The collection means 6′ are so-called “moving” means in the sense that they allow a relative movement between the manifold support 4 blades 41, 42 and a support element 5. In this case, and as shown in the right central and upper portions of FIGS. 4 to 7 and in FIG. 9, the openings provided in the blades 41 and 42 are oblong and are respectively referenced 413′ and 423′.

The mounting is carried out with a shoulder pin 7′ and a washer 8′. However, in this case, the blades 41 and 42 can slide axially with respect to the shoulder pin 7′, so that the blades 41 and 42 can follow the dilation movement of the casing 2, particularly its axial dilation movement.

It will be noted that, preferably, the fixed connecting means 6 are used in proximity to the upstream end of the casing and the moving connecting means 6′ at the center and in proximity to the downstream end of the casing.

However, it is possible to use exclusively one or the other of said connecting means.

Claims

1. A device for attaching cooling manifolds for cooling a casing of a turbine of a turbine engine by using air jets, said device comprising a manifold support and a plurality of support elements for said manifold support, the manifold support being shaped to hold said cooling manifolds spaced from one another, each support element being attached to said casing and connected to said manifold support by a connecting means, wherein said manifold support includes an interior blade and an exterior blade, each one of which has a series of parallel grooves, separated by a planar area, each groove being shaped to surround a portion of the circumference of one of said cooling manifolds, the interior blade and the exterior blade being assembled on either side of the cooling manifolds, so that their respective grooves are facing one another and surround said cooling manifolds, wherein said device comprises N cooling manifolds and N-1 support elements, each support element being disposed between two adjacent cooling manifolds and wherein the connecting means of at least two of the plurality of support elements allow relative movement between said manifold support and one of said support elements.

2. The device according to claim 1, wherein at least one of the support elements is pierced with a circular opening, wherein the planar areas of the blades of the manifold support are pierced with an oblong opening and wherein the at least one support element and the two blades are assembled by a shoulder pin passing through the circular opening and the two oblong openings and cooperating with a washer, the blades and shoulder pin allowing axial sliding of said blades with respect to the shoulder pin at the oblong openings to accomplish a moving connection.

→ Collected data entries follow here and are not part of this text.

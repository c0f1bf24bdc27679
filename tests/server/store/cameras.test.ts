import { randomUUID } from 'node:crypto';
import * as store from '@/server/store/cameras';
import { databaseOfThisFile } from '@/tests/support/database';
import { eveningUtcMs, makeLab, makeRig, makeRun, runStart } from './rows';

const database = databaseOfThisFile();
const db = () => database().connection.db;

async function place() {
  const { id: labId } = await makeLab(db());
  const rigId = await makeRig(db(), labId);
  return { labId, rigId };
}
const cameraOf = (ofRig: { labId: string; rigId: string }, change: object = {}) =>
  store.insertCamera(db(), {
    ...{ ...ofRig, name: 'Above', kind: 'address', address: 'http://camera.lab:80/x', userName: 'lamp', password: 'word' },
    ...{ tokenHash: null, madeAt: eveningUtcMs, madeBy: 'Ilse Marrow' },
    ...change,
  });
const picture = (change: object = {}) => ({
  ...{ bytes: Buffer.of(1, 2, 3), type: 'image/png' as const, takenUtcMs: eveningUtcMs, uTakenS: 0.1 },
  ...change,
});

test('the newest picture takes the place of the one before, and goes with its camera, with name, password and token', async () => {
  const ofRig = await place();
  const tokenHash = randomUUID();
  const camera = await cameraOf(ofRig, { tokenHash });
  await store.putPicture(db(), camera, picture());
  await store.putPicture(db(), camera, picture({ bytes: Buffer.of(9), takenUtcMs: eveningUtcMs + 2_000 }));
  expect(await store.pictureOf(db(), camera)).toMatchObject({ bytes: Buffer.of(9), takenAt: eveningUtcMs + 2_000 });
  expect(await store.camerasOf(db(), ofRig)).toMatchObject([{ id: camera.id, takenAt: eveningUtcMs + 2_000 }]);
  expect((await store.cameraByHash(db(), tokenHash))?.id).toBe(camera.id);
  expect(await store.removeCamera(db(), { ...ofRig, id: camera.id, at: eveningUtcMs, by: 'Ilse Marrow' })).toMatchObject({
    ...{ userName: null, password: null, tokenHash: null, removedBy: 'Ilse Marrow' },
  });
  expect(await store.pictureOf(db(), camera)).toBeNull();
  expect(await store.cameraByHash(db(), tokenHash)).toBeNull();
  expect(await store.removeCamera(db(), { ...ofRig, id: camera.id, at: eveningUtcMs, by: 'again' })).toBeNull();
});

test('nothing of another lab is found', async () => {
  const [own, foreign] = [await place(), await place()];
  const camera = await cameraOf(own);
  await store.putPicture(db(), camera, picture());
  expect(await store.camerasOf(db(), foreign)).toEqual([]);
  expect(await store.pictureOf(db(), { ...foreign, id: camera.id })).toBeNull();
  expect(await store.removeCamera(db(), { ...foreign, id: camera.id, at: eveningUtcMs, by: 'x' })).toBeNull();
});

test('a frame is kept once for each camera and moment of a row, and never changed', async () => {
  const ofRig = await place();
  const camera = await cameraOf(ofRig);
  const start = runStart(ofRig.labId, ofRig.rigId);
  await makeRun(db(), start);
  const { runId } = start;
  const frame = (change: object = {}) => ({
    ...{ labId: ofRig.labId, runId, cameraId: camera.id, cameraName: camera.name, seq: 2, moment: 'swing-began' as const },
    ...{ at: eveningUtcMs, takenAt: eveningUtcMs, uTakenS: 0.1, type: 'image/png' as const, sha256: 'a', size: 3 },
    ...{ bytes: Buffer.of(1, 2, 3), note: null },
    ...change,
  });
  await store.insertFrame(db(), frame());
  await store.insertFrame(db(), frame({ bytes: Buffer.of(7), sha256: 'b' }));
  await store.insertFrame(db(), frame({ moment: 'swing-ended', at: eveningUtcMs + 9, size: 0, bytes: null, takenAt: null, note: 'away' }));
  const kept = await store.wholeFramesOf(db(), { labId: ofRig.labId, runId });
  expect(kept.map(({ sha256, bytes, note }) => [sha256, bytes, note])).toEqual([
    ['a', Buffer.of(1, 2, 3), null],
    ['a', null, 'away'],
  ]);
  expect(await store.sizeOfFrames(db(), { labId: ofRig.labId, runId })).toEqual({ frames: 2, bytes: 3 });
  expect(await store.findFrame(db(), { labId: ofRig.labId, runId, id: kept[1]?.id ?? '' })).toBeNull();
  expect(JSON.stringify(await store.framesOf(db(), { labId: ofRig.labId, runId }))).not.toContain('bytes');
});
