import { sql } from 'drizzle-orm';
import { armRig, currentArm, endArm } from '@/server/store/arms';
import { createIdempotency, sweepIdempotencyKeys } from '@/server/store/idempotency';
import { countUse, forgetUses, sweepRateLimits } from '@/server/store/rate-limits';
import {
  drivenRigs,
  giveRigLeases,
  leasesOf,
  renewRigLeases,
  takeRigLease,
  wasGivenBack,
  type SeenLease,
  type Takeable,
} from '@/server/store/rig-leases';
import { databaseOfThisFile } from '@/tests/support/database';
import { eveningUtcMs, makeLab, makeRig, makeUser } from './rows';

const database = databaseOfThisFile();
const db = () => database().connection.db;
const hourMs = 3_600_000;

describe('idempotency keys', () => {
  let nowUtcMs = eveningUtcMs;
  const port = () => createIdempotency(db(), () => nowUtcMs);
  const answer = { status: 201, body: { id: 'run' }, etag: '7' };
  const claimFor = async (key = 'k') => ({ userId: (await makeUser(db())).id, key, fingerprint: 'a' });

  test('the first claims, a repeat gets the first answer, another request is refused', async () => {
    const claim = await claimFor();
    expect(await port().begin(claim)).toEqual({ kind: 'new' });
    expect(await port().begin(claim)).toEqual({ kind: 'running' });
    await port().finish(claim, answer);
    expect(await port().begin(claim)).toEqual({ kind: 'answered', answer });
    expect(await port().begin({ ...claim, fingerprint: 'b' })).toEqual({ kind: 'other-request' });
  });

  test('of ten at the same time exactly one acts', async () => {
    const claim = await claimFor();
    const states = await Promise.all(Array.from({ length: 10 }, () => port().begin(claim)));
    expect(states.filter((state) => state.kind === 'new')).toHaveLength(1);
  });

  test('another person may use the same key', async () => {
    await port().begin(await claimFor('same'));
    expect(await port().begin(await claimFor('same'))).toEqual({ kind: 'new' });
  });

  test('a released key is free; an answered one is not released', async () => {
    const claim = await claimFor();
    await port().begin(claim);
    await port().release(claim);
    expect(await port().begin(claim)).toEqual({ kind: 'new' });
    await port().finish(claim, answer);
    await port().release(claim);
    expect((await port().begin(claim)).kind).toBe('answered');
  });

  test('an answer is kept for 24 h, a claim whose process died for a minute', async () => {
    const claim = await claimFor();
    await port().begin(claim);
    nowUtcMs += 60_000;
    expect(await port().begin(claim)).toEqual({ kind: 'new' });
    await port().finish(claim, answer);
    nowUtcMs += 24 * hourMs - 1;
    expect((await port().begin(claim)).kind).toBe('answered');
    nowUtcMs += 1;
    expect(await port().begin(claim)).toEqual({ kind: 'new' });
  });

  test('old keys are swept', async () => {
    await port().begin(await claimFor());
    nowUtcMs += 25 * hourMs;
    expect(await sweepIdempotencyKeys(db(), nowUtcMs)).toBeGreaterThan(0);
  });
});

describe('rate counters', () => {
  const rule = { name: 'sign-in', limit: 3, windowS: 600 };

  test('the use over the limit is told how long to wait, and the next window begins anew', async () => {
    const use = (afterS: number) => countUse(db(), rule, { subject: 'a@quillfen.example', nowUtcMs: eveningUtcMs + afterS * 1000 });
    expect([await use(0), await use(1), await use(2)]).toEqual([null, null, null]);
    expect(await use(100)).toBe(500);
    expect(await use(599.5)).toBe(1);
    expect(await use(600)).toBeNull();
  });

  test('uses at the same time are all counted', async () => {
    const waits = await Promise.all(Array.from({ length: 10 }, () => countUse(db(), rule, { subject: 'crowd', nowUtcMs: eveningUtcMs })));
    expect(waits.filter((wait) => wait === null)).toHaveLength(3);
  });

  test('subjects and rules do not share a counter, and a success forgets', async () => {
    for (let n = 0; n < 3; n += 1) await countUse(db(), rule, { subject: 'x', nowUtcMs: eveningUtcMs });
    expect(await countUse(db(), { ...rule, name: 'reset' }, { subject: 'x', nowUtcMs: eveningUtcMs })).toBeNull();
    await forgetUses(db(), rule, 'x');
    expect(await countUse(db(), rule, { subject: 'x', nowUtcMs: eveningUtcMs })).toBeNull();
  });

  test('counters of past windows are swept', async () => {
    expect(await sweepRateLimits(db(), eveningUtcMs + hourMs)).toBeGreaterThan(0);
    expect(await sweepRateLimits(db(), eveningUtcMs + hourMs)).toBe(0);
  });
});

describe('arms', () => {
  async function rig() {
    const lab = await makeLab(db());
    return { labId: lab.id, rigId: await makeRig(db(), lab.id), armedById: (await makeUser(db())).id };
  }
  const arm = (where: Awaited<ReturnType<typeof rig>>, name: string, hours: number) =>
    db().transaction((tx) =>
      armRig(tx, { ...where, name, note: '', bootId: '00001A2B', nowUtcMs: eveningUtcMs, untilUtcMs: eveningUtcMs + hours * hourMs }),
    );

  test('an arm holds until its end and no longer', async () => {
    const where = await rig();
    await arm(where, 'Ilse Marrow', 16);
    expect(await currentArm(db(), { ...where, nowUtcMs: eveningUtcMs + 16 * hourMs - 1 })).toMatchObject({ name: 'Ilse Marrow' });
    expect(await currentArm(db(), { ...where, nowUtcMs: eveningUtcMs + 16 * hourMs })).toBeNull();
  });

  test('a new arm ends the one before, and an ended arm is gone', async () => {
    const where = await rig();
    await arm(where, 'Ilse Marrow', 16);
    await arm(where, 'Tam Ferrow', 2);
    expect(await currentArm(db(), { ...where, nowUtcMs: eveningUtcMs })).toMatchObject({ name: 'Tam Ferrow' });
    expect(await endArm(db(), { ...where, nowUtcMs: eveningUtcMs, why: 'interlock' })).toMatchObject({ endedWhy: 'interlock' });
    expect(await currentArm(db(), { ...where, nowUtcMs: eveningUtcMs })).toBeNull();
    expect(await endArm(db(), { ...where, nowUtcMs: eveningUtcMs, why: 'again' })).toBeNull();
  });

  test('no arm lasts longer than 72 h or ends before it begins', async () => {
    const where = await rig();
    await arm(where, 'Ilse Marrow', 72);
    await expect(arm(where, 'Ilse Marrow', 72.001)).rejects.toThrow();
    await expect(arm(where, 'Ilse Marrow', 0)).rejects.toThrow();
    expect(await currentArm(db(), { ...where, nowUtcMs: eveningUtcMs })).not.toBeNull();
  });
});

describe('rig leases', () => {
  test('one holder at a time, each new one with a higher epoch', async () => {
    const lab = await makeLab(db());
    const rigId = await makeRig(db(), lab.id);
    const take = (holder: string, why?: Takeable) => takeRigLease(db(), { labId: lab.id, rigId, holder, leaseMs: 5000, why });
    const seen = async () => (await leasesOf(db(), [rigId]))[0] as SeenLease;
    const clock = () => db().execute<{ ms: string }>(sql`select extract(epoch from clock_timestamp()) * 1000 as ms`);
    const databaseUtcMs = async () => Number((await clock()).rows[0]?.ms);

    const beforeMs = await databaseUtcMs();
    expect(await take('a')).toBe(1);
    expect(await take('b')).toBeNull();
    const first = await seen();
    expect(first).toMatchObject({ rigId, holder: 'a', epoch: 1 });
    expect(first.untilUtcMs).toBeGreaterThanOrEqual(beforeMs + 5000);
    expect(first.untilUtcMs).toBeLessThanOrEqual((await databaseUtcMs()) + 5000);
    expect(await drivenRigs(db())).toEqual(new Set([rigId]));
    expect(await take('a')).toBe(1);
    // It was renewed since it was seen so.
    expect(await take('b', { still: first })).toBeNull();
    expect(await take('b', { still: await seen() })).toBe(2);
    expect(await take('a', { still: first })).toBeNull();
    expect(await take('a')).toBeNull();

    await giveRigLeases(db(), 'b');
    expect(wasGivenBack(await seen())).toBe(true);
    expect(await drivenRigs(db())).toEqual(new Set());
    expect(await take('a')).toBe(3);
    expect(wasGivenBack(await seen())).toBe(false);
    expect(await renewRigLeases(db(), { holder: 'a', leaseMs: 5000 })).toEqual(new Set([rigId]));
    expect(await renewRigLeases(db(), { holder: 'b', leaseMs: 5000 })).toEqual(new Set());
    expect(await take('c', { gone: 'b' })).toBeNull();
    expect(await take('c', { gone: 'a' })).toBe(4);
    expect(await take('b', { gone: 'a' })).toBeNull();
  });
});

3. The device according to claim 1, wherein at least one of the support elements is a U-shaped structure, two ends of said U-shaped structure being attached to the casing and the protruding central portion of said U-shaped structure being connected to said manifold support.

4. A turbine engine comprising a turbine, wherein said turbine comprises the device for attaching said cooling manifolds according to claim 1.

5. The device according to claim 1, wherein all the connecting means allow relative movement between said manifold support and a support element.

6. The device according to claim 1, wherein the turbine is a low-pressure turbine.

7. The device according to claim 1, wherein the grooves of the interior blade and the grooves of the exterior blade are each shaped to surround half of the circumference of one of said manifolds.

8. The turbine engine defined by claim 4, wherein said turbine is a low-pressure turbine.